Fork me on GitHub

Quantifying Student Projects

Posted on February 3, 2024 by Troels Henriksen

Futhark’s main developers work as researchers and teachers at the University of Copenhagen. One of the perks of working at a university is a steady supply of free labour students looking for projects. Each undergraduate student must at least write a bachelor’s thesis, and each master’s student must at least write a master’s thesis. Beyond these, students can also do elective projects if they wish. When I was a student, I always found it very interesting to participate in real research projects, and I would like current generations of students to have that experience as well. Allowing students to participate in Futhark development benefits all: the students get to spend their time building stuff that (potentially) actually matters, and Futhark improves in ways we wouldn’t have time for otherwise. I wrote a little bit about how we make use of student projects when I wrote my PhD reflections, and again later, but I thought maybe people would be interested in some numbers about how much student work has gone into the Futhark compiler.

Anyone who has worked in academia has experience with software built though student-based development. Such software is maintained by generations of students, each of which contribute a few pieces that are integrated in whatever way is possible, without any major thought towards long-term maintainability or coherent design. The quality is usually poor, documentation often absent, and problems fixed only by throwing more students at it. This is a risk that I was acutely aware of when we began inviting students to work on the compiler, and we have been quite picky regarding what we ultimately merge.

There are of course students who simply do not manage to produce a contribution of the required quality. That is perfectly fine and expected - they are still likely to have passed their project, which is evaluated on their completion on learning goals, not how much we were able to exploit their labour.

Second, some exploratory projects may produce a contribution that does work, but which is simply too complex compared to what it offers. The best example is the work by Steffen Holst Larsen on Multi-GPU Execution and a Vulkan backend. Absolutely top notch work, but neither the compiler infrastructure nor the surrounding software environment (in the case of Vulkan) was ready at the time. Merging these contributions would have imposed a nontrivial maintenance burden on us, without truly benefiting users. These were both successful projects, in that we learned things we have made use of since, and Steffen went on to work on compilers at Codeplay.

Let’s talk numbers. First, some caveats. I only have numbers for the projects I have supervised or co-supervised myself. Cosmin Oancea, who founded the Futhark project, has supervised several compiler-related projects, which are not included here. Martin Elsman has also supervised many projects, but mostly about data parallel programming, and less about the compiler itself. I am also leaving out PhD students, as their contributions are on a very different scale.

But as for me, I have (co-)supervised a total of 52 projects: 15 MSc theses, 31 BSc theses, and 6 auxiliary projects. Of these, 15 were not directly related to the compiler or its tooling, but involved such things as implementing parallel algorithms or porting benchmarks. I will not be considering these further, but several of them resulted in work that we still use, or intend to use.

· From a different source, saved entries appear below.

"""Baselines in the nightly database: the automatic one, an explicit one, reading and forgetting them."""

from __future__ import annotations

import json

from sqlalchemy import delete, select
from sqlalchemy.orm import Session

from scorer.errors import LimenError
from scorer.qc.queries import thresholds_in
from scorer.qc.tables import BaselineRow, utcnow


class BaselineOps:
    """Store operations on baselines; public methods are one transaction each (mixed into :class:`Store`)."""

    def _baseline_in(self, s: Session, detector, method):
        rows = s.scalars(
            select(BaselineRow).where(BaselineRow.detector == detector, BaselineRow.method == method)
        ).all()
        if not rows:
            return None
        import pandas as pd

        df = pd.DataFrame(
            [
                {
                    "diameter_mm": r.diameter_mm,
                    "mean_log10": r.mean_log10,
                    "sigma_log10": r.sigma_log10,
                    "sd_between_log10": r.sd_between_log10,
                    "se_within_log10": r.se_within_log10,
                    "n_sessions": r.n_sessions,
                }
                for r in rows
            ]
        )
        r0 = rows[0]
        return df, (r0.last_session_date, r0.last_session_id), set(json.loads(r0.session_ids)), r0.source

    def _auto_baseline(self, s, detector, method, hist, k, compute_baseline):
        """The first ``k`` sessions without setting flags become the baseline once there are ``k`` of them."""
        sessions = hist.drop_duplicates("session_id").sort_values(["session_date", "session_id"])
        sessions = sessions[sessions["flags"].map(lambda f: not json.loads(f or "[]"))]
        if len(sessions) < k:
            return None
        chosen = sessions.head(k)
        ids = [int(x) for x in chosen["session_id"]]
        frame = compute_baseline(hist[hist["session_id"].isin(ids)])
        if frame.empty:
            return None
        last = (str(chosen["session_date"].iloc[-1]), ids[-1])
        self.put_baseline(s, detector, method, frame, ids, last, "automatic")
        return frame, last, set(ids), "automatic"

    def set_baseline(self, detector: str, session_ids: list[int]) -> dict:
        """An explicit baseline from chosen scored sessions of ``detector`` (every method); returns a summary."""
        from scorer.qc.control import compute_baseline

        with self.transaction() as s:
            hist = thresholds_in(s, detector, None)
            have = set(int(x) for x in hist["session_id"].unique())
            missing = sorted(set(session_ids) - have)
            if missing:
                raise LimenError(
                    f"session(s) {', '.join(map(str, missing))} are not scored sessions of detector {detector!r}",
                    "--sessions",
                )
            if len(set(session_ids)) < 2:
                raise LimenError("a baseline needs at least two sessions", "--sessions")
            sel = hist[hist["session_id"].isin(session_ids)]
            order = sel.drop_duplicates("session_id").sort_values(["session_date", "session_id"])
            last = (str(order["session_date"].iloc[-1]), int(order["session_id"].iloc[-1]))
            out = {}
            for method, g in sel.groupby("method"):
                frame = compute_baseline(g)
                self.put_baseline(s, detector, method, frame, sorted(set(session_ids)), last, "explicit")
                out[method] = frame
            return out

    def clear_baseline(self, detector: str) -> int:
        """Forget a detector's baseline: the next session rebuilds the automatic one."""
        with self.transaction() as s:
            return int(s.execute(delete(BaselineRow).where(BaselineRow.detector == detector)).rowcount or 0)

    def baseline(self, detector: str, method: str):
        """(baseline frame, (last date, last id), session ids, source) or None."""
        with self.transaction() as s:
            return self._baseline_in(s, detector, method)

    def put_baseline(
        self, s: Session, detector: str, method: str, frame, session_ids: list[int], last: tuple[str, int], source: str
    ) -> None:
        """Replace a detector's baseline for one method (inside the caller's transaction)."""
        s.execute(delete(BaselineRow).where(BaselineRow.detector == detector, BaselineRow.method == method))
        now = utcnow()
        for r in frame.itertuples():
            s.add(
                BaselineRow(
                    detector=detector,
                    method=method,
                    diameter_mm=float(r.diameter_mm),
                    mean_log10=float(r.mean_log10),
                    sigma_log10=float(r.sigma_log10),
                    sd_between_log10=float(r.sd_between_log10),
                    se_within_log10=float(r.se_within_log10),
                    n_sessions=int(r.n_sessions),
                    session_ids=json.dumps(sorted(session_ids)),
                    last_session_date=last[0],
                    last_session_id=int(last[1]),
                    source=source,
                    created_at=now,
                )
            )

That leaves 37 projects that directly worked on the compiler or its tooling. Of these, 22 resulted in contributions that were integrated in the main compiler code base. I can list a few of the more noteworthy ones:

These range from significant new parts of the compiler (such as new backends), to rewrites of pre-existing older passes (the fusion engine, locality optimisations). The latter are actually the hardest to integrate, as we want to avoid performance regressions, and the current behaviour is often a mix of hacks and ad-hoc implementation quirks.

Futhark has definitely benefited from student work in the past, and it is certain that we will continue to do so in the future.